I gasped, “Are you freaking kidding me?”
He sighed, “He had his reasons, princess.”
At those words, I didn’t have a response.
“Princess?” he called out.
“I’m here, Daddy. He had his reasons? So what? He could share them with you and not me? Not me, the girl he wrote in his letter to me that he was going to ask you for my hand in marriage the day I graduated from college.”
I heard him sigh, “Fuck.”
My entire frame froze at his word.
But not the tears I could feel forming in my eyes.
Then I whispered, “Daddy?”
“Told him that if he wasn’t going to fight for you, he needed to let you go. He had already scheduled that stuff to be delivered before I talked to him.”
Every molecule in my body went numb.
I didn’t even feel the impact of my body meeting asphalt as I dropped to my knees.
“No,” I whispered.
The tears started trailing down my cheeks.
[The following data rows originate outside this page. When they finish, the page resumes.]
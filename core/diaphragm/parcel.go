package diaphragm

import (
	"bytes"
	"encoding/json"
	"math"
	"strconv"
)

// The hand-over file: JSON with these two members before those of Parcel.
const (
	parcelFormat  = "hoopsheet hand-over"
	parcelVersion = 1
)

// Limits of a parcel. An honest one holds some dozens of each.
const (
	mostParcelBytes = 1 << 20
	mostFigures     = 2000
	mostPeaks       = 2000
	mostOrder       = 10000
)

// parcelFile is the form of a parcel in a file and, without format and
// version, in a link. Document stands before that of the embedded Parcel, so
// that the document can be migrated before it is read.
type parcelFile struct {
	Format   string          `json:"format,omitempty"`
	Version  int             `json:"version,omitempty"`
	Document json.RawMessage `json:"document"`
	Parcel
}

// EncodeParcel writes the hand-over file: indented JSON in which every number
// is exact. The error is a *Refusal; it names a number that is not finite.
func EncodeParcel(p Parcel) ([]byte, error) {
	const what = "The hand-over file"
	body, err := encodeBody(p, parcelFile{Format: parcelFormat, Version: parcelVersion}, what)
	if err != nil {
		return nil, err
	}
	var out bytes.Buffer
	if err := json.Indent(&out, body, "", "  "); err != nil {
		return nil, refuseJSON(err, "parcel", what)
	}
	out.WriteByte('\n')
	if out.Len() > mostParcelBytes {
		return nil, refuse("parcel", CodeTooLarge, what+" would be larger than 1 MiB, which nobody could open. Shorten the notes.")
	}
	return out.Bytes(), nil
}

// DecodeParcel reads a hand-over file. The error is a *Refusal.
func DecodeParcel(data []byte) (Parcel, error) {
	const what = "The hand-over file"
	if len(data) > mostParcelBytes {
		return Parcel{}, refuse("parcel", CodeTooLarge, what+" is larger than 1 MiB; no hand-over is.")
	}
	data = bytes.TrimPrefix(data, []byte("\xef\xbb\xbf")) // some editors put a mark before UTF-8 text
	var head struct {
		Format  string `json:"format"`
		Version int    `json:"version"`
	}
	if err := json.Unmarshal(data, &head); err != nil {
		return Parcel{}, refuseJSON(err, "parcel", what)
	}
	switch {
	case head.Format != parcelFormat:
		return Parcel{}, refuse("parcel", CodeUnreadable, "This is not a hand-over file of Hoopsheet.")
	case head.Version > parcelVersion:
		return Parcel{}, refuse("parcel", CodeNewer, what+" was written by a newer version of Hoopsheet (file version "+
			strconv.Itoa(head.Version)+"; this one reads up to "+strconv.Itoa(parcelVersion)+"). Reload the page while online, or open it where it was made.")
	case head.Version < 1:
		return Parcel{}, refuse("parcel", CodeUnreadable, what+" does not say which version it is written in.")
	}
	return decodeBody(data, what)
}

// encodeBody writes a parcel as one line of JSON.
func encodeBody(p Parcel, file parcelFile, what string) ([]byte, error) {
	if err := checkParcel(p, what, " cannot be made: "); err != nil {
		return nil, err
	}
	p = withoutNil(p)
	document, err := encodeLine(p.Document)
	if err != nil {
		return nil, refuse("document", CodeUnreadable, what+" cannot be made: a value of the specification is not a finite number.")
	}
	file.Document, file.Parcel = document, p
	body, err := encodeLine(file)
	if err != nil {
		return nil, refuse("parcel", CodeUnreadable, what+" cannot be made.")
	}
	return body, nil
}

// decodeBody reads what encodeBody wrote, and checks it.
func decodeBody(data []byte, what string) (Parcel, error) {
	var file parcelFile
	if err := readStrictly(data, &file, "parcel", what); err != nil {
		return Parcel{}, err
	}
	if len(file.Document) == 0 {
		return Parcel{}, refuse("document", CodeUnreadable, what+" holds no specification.")
	}
	document, err := OpenDocument(file.Document)
	if err != nil {
		return Parcel{}, err
	}
	p := withoutNil(file.Parcel)
	p.Document = document
	if err := checkParcel(p, what, " cannot be read: "); err != nil {
		return Parcel{}, err
	}
	return p, nil
}

// checkParcel checks all but the document. What is wrong stands after what and
// verb.
func checkParcel(p Parcel, what, verb string) error {
	if len(p.Figures) > mostFigures || len(p.Peaks) > mostPeaks {
		return refuse("parcel", CodeTooLarge, what+verb+"it has more than "+strconv.Itoa(mostFigures)+" figures or peaks, and no hand-over does.")
	}
	for _, f := range p.Figures {
		if f.ID == "" || len(f.ID) > 64 {
			return refuse("figures", CodeUnreadable, what+verb+"a figure has no proper name.")
		}
		if math.IsNaN(f.Value) || math.IsInf(f.Value, 0) {
			return refuse("figures", CodeUnreadable, what+verb+"the figure "+shorten(f.ID, "without a name")+" is not a finite number.")
		}
	}
	for _, k := range p.Peaks {
		if !soundPeak(k) {
			return refuse("peaks", CodeUnreadable, what+verb+"a peak must have a frequency above 0 Hz, an uncertainty of 0 Hz or more, "+
				"and a mode with m from 0 and n from 1, or none (m and n both 0).")
		}
	}
	for _, when := range []string{p.Tapped, p.Sent} {
		if when != "" && !ValidTime(when) {
			return refuse("parcel", CodeUnreadable, what+verb+"it holds "+shorten(when, "nothing")+", which is not a time.")
		}
	}
	return nil
}

func soundPeak(k ChosenPeak) bool {
	return k.Frequency > 0 && k.Frequency <= math.MaxFloat64 && k.Uncertainty >= 0 && k.Uncertainty <= math.MaxFloat64 &&
		(k.M >= 0 && k.M <= mostOrder && k.N >= 1 && k.N <= mostOrder || k.M == 0 && k.N == 0)
}

func withoutNil(p Parcel) Parcel {
	if p.Figures == nil {
		p.Figures = []Figure{}
	}
	if p.Peaks == nil {
		p.Peaks = []ChosenPeak{}
	}
	p.Document = normal(p.Document)
	return p
}

// encodeLine is json.Marshal without the escapes for HTML.
func encodeLine(value any) ([]byte, error) {
	var out bytes.Buffer
	encoder := json.NewEncoder(&out)
	encoder.SetEscapeHTML(false)
	if err := encoder.Encode(value); err != nil {
		return nil, err
	}
	return bytes.TrimSuffix(out.Bytes(), []byte("\n")), nil
}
“Fuck! Cree!” I heard my brother, Connor, shout.
Then moments later, the phone I still held pressed to my ear was taken away.
Some part of my brain recognized it was my brother standing there, talking to our dad.
“Dad?” he asked.
He was silent for a beat.
“That motherfucker,” Connor growled.
“Don’t tell me to watch my language, around my sister, Dad. He fucking deserves it,” He bit out.
“Don’t,” I whispered.
Tears fell in earnest down my cheeks then.
Connor held onto me as I let all the pain I was feeling pour out of me through my tears.
I didn’t hear it.
Not until I saw a pair of motorcycle boots in front of me.
“Come on, girl. Let’s get you inside,” Uncle Knox said.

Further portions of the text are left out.